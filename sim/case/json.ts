// JSON (RFC 8259) with what a person needs when it is wrong: line and column, and every key that
// stands twice in one object. The platform's parser names neither.

/** Where and why the text stops being JSON. */
interface JsonFault {
  readonly line: number;
  readonly column: number;
  readonly expected: string;
  readonly received: string;
}

/** A key that stands twice in one object; the first value is kept. */
interface DuplicateKey {
  readonly path: readonly (string | number)[];
  readonly line: number;
  readonly column: number;
}

export type JsonResult =
  | { readonly ok: true; readonly value: unknown; readonly duplicates: readonly DuplicateKey[] }
  | { readonly ok: false; readonly fault: JsonFault };

/** Deeper nesting is refused: no case needs it, and recursion must end. */
const DEEPEST = 64;
const NUMBER = /-?(?:0|[1-9]\d*)(?:\.\d+)?(?:[eE][+-]?\d+)?/y;
const BLANK = /[ \t\n\r]*/y;
// eslint-disable-next-line no-control-regex -- control characters are what JSON forbids in text
const PLAIN = /[^"\\\u0000-\u001f]*/y;
const ESCAPES: Readonly<Record<string, string>> = {
  '"': '"',
  '\\': '\\',
  '/': '/',
  b: '\b',
  f: '\f',
  n: '\n',
  r: '\r',
  t: '\t',
};
const LITERALS: readonly (readonly [string, unknown])[] = [
  ['true', true],
  ['false', false],
  ['null', null],
];

class Fault extends Error {
  constructor(
    readonly at: number,
    readonly expected: string,
  ) {
    super(expected);
  }
}

/** Parses JSON text; never throws. A byte order mark in front is passed over. */
export function parseJson(text: string): JsonResult {
  const reader = new JsonReader(text);
  try {
    const value = reader.document();
    return { ok: true, value, duplicates: reader.duplicates };
  } catch (error) {
    if (!(error instanceof Fault)) throw error;
    return {
      ok: false,
      fault: { ...position(text, error.at), expected: error.expected, received: glimpse(text, error.at) },
    };
  }
}

class JsonReader {
  readonly duplicates: DuplicateKey[] = [];
  readonly #text: string;
  readonly #path: (string | number)[] = [];
  #at = 0;

  constructor(text: string) {
    this.#text = text;
    if (text.startsWith('\uFEFF')) this.#at = 1;
  }

  document(): unknown {
    const value = this.#value();
    this.#blank();
    if (this.#at < this.#text.length) throw new Fault(this.#at, 'the end of the file');
    return value;
  }

  #value(): unknown {
    this.#blank();
    if (this.#path.length > DEEPEST) throw new Fault(this.#at, `at most ${DEEPEST} levels of nesting`);
    const next = this.#text[this.#at];
    if (next === '{') return this.#object();
    if (next === '[') return this.#list();
    if (next === '"') return this.#string();
    for (const [word, value] of LITERALS) {
      if (this.#text.startsWith(word, this.#at)) {
        this.#at += word.length;
        return value;
      }
    }
    const number = this.#match(NUMBER);
    if (number === '') throw new Fault(this.#at, 'a value: text in double quotes, a number, a list or an object');
    return Number(number);
  }

  #object(): Record<string, unknown> {
    const out: Record<string, unknown> = {};
    this.#at += 1;
    this.#blank();
    if (this.#text[this.#at] === '}') {
      this.#at += 1;
      return out;
    }
    for (;;) {
      this.#blank();
      const start = this.#at;
      if (this.#text[start] !== '"') throw new Fault(start, 'a key in double quotes');
      const key = this.#string();
      this.#blank();
      if (this.#text[this.#at] !== ':') throw new Fault(this.#at, 'a colon after the key');
      this.#at += 1;
      this.#path.push(key);
      const value = this.#value();
      if (Object.hasOwn(out, key)) {
        this.duplicates.push({ path: [...this.#path], ...position(this.#text, start) });
      } else {
        // Not an assignment: a key named `__proto__` stays a key.
        Object.defineProperty(out, key, { value, enumerable: true, configurable: true, writable: true });
      }
      this.#path.pop();
      if (this.#closes('}')) return out;
    }
  }

  #list(): unknown[] {
    const out: unknown[] = [];
    this.#at += 1;
    this.#blank();
    if (this.#text[this.#at] === ']') {
      this.#at += 1;
      return out;
    }
    for (;;) {
      this.#path.push(out.length);
      out.push(this.#value());
      this.#path.pop();
      if (this.#closes(']')) return out;
    }
  }

  /** Past a comma (false) or the closing bracket (true). */
  #closes(bracket: '}' | ']'): boolean {
    this.#blank();
    const next = this.#text[this.#at];
    if (next !== ',' && next !== bracket) throw new Fault(this.#at, `a comma or ${bracket}`);
    this.#at += 1;
    return next === bracket;
  }

  #string(): string {
    const start = this.#at;
    let out = '';
    this.#at += 1;
    for (;;) {
      out += this.#match(PLAIN);
      const next = this.#text[this.#at];
      if (next === '"') {
        this.#at += 1;
        return out;
      }
      if (next === undefined) throw new Fault(start, 'a closing double quote');
      if (next !== '\\') throw new Fault(this.#at, 'text on one line; write a line break as \\n');
      out += this.#escape();
    }
  }

  #escape(): string {
    const letter = this.#text[this.#at + 1] ?? '';
    const plain = ESCAPES[letter];
    if (plain !== undefined) {
      this.#at += 2;
      return plain;
    }
    const digits = this.#text.slice(this.#at + 2, this.#at + 6);
    if (letter !== 'u' || !/^[0-9a-fA-F]{4}$/.test(digits)) {
      throw new Fault(this.#at, 'an escape such as \\n, \\" or \\u00b0');
    }
    this.#at += 6;
    return String.fromCharCode(Number.parseInt(digits, 16));
  }

  #blank(): void {
    this.#match(BLANK);
  }

  #match(pattern: RegExp): string {
    pattern.lastIndex = this.#at;
    const found = pattern.exec(this.#text)?.[0] ?? '';
    this.#at += found.length;
    return found;
  }
}

function position(text: string, at: number): { line: number; column: number } {
  const before = text.slice(0, at);
  const lines = before.split('\n');
  return { line: lines.length, column: (lines.at(-1) ?? '').length + 1 };
}

function glimpse(text: string, at: number): string {
  const piece = text.slice(at, at + 20).split('\n')[0] ?? '';
  if (at >= text.length) return 'the end of the file';
  return piece === '' ? 'the end of the line' : JSON.stringify(piece);
}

__Aim of the exercise__:
Using the entries above, extract exactly the span from the line with "this.#at += word.length;" to the line with "this.#path.push(key);", both lines included; leave out everything else.

__Written response__:
        this.#at += word.length;
        return value;
      }
    }
    const number = this.#match(NUMBER);
    if (number === '') throw new Fault(this.#at, 'a value: text in double quotes, a number, a list or an object');
    return Number(number);
  }

  #object(): Record<string, unknown> {
    const out: Record<string, unknown> = {};
    this.#at += 1;
    this.#blank();
    if (this.#text[this.#at] === '}') {
      this.#at += 1;
      return out;
    }
    for (;;) {
      this.#blank();
      const start = this.#at;
      if (this.#text[start] !== '"') throw new Fault(start, 'a key in double quotes');
      const key = this.#string();
      this.#blank();
      if (this.#text[this.#at] !== ':') throw new Fault(this.#at, 'a colon after the key');
      this.#at += 1;
      this.#path.push(key);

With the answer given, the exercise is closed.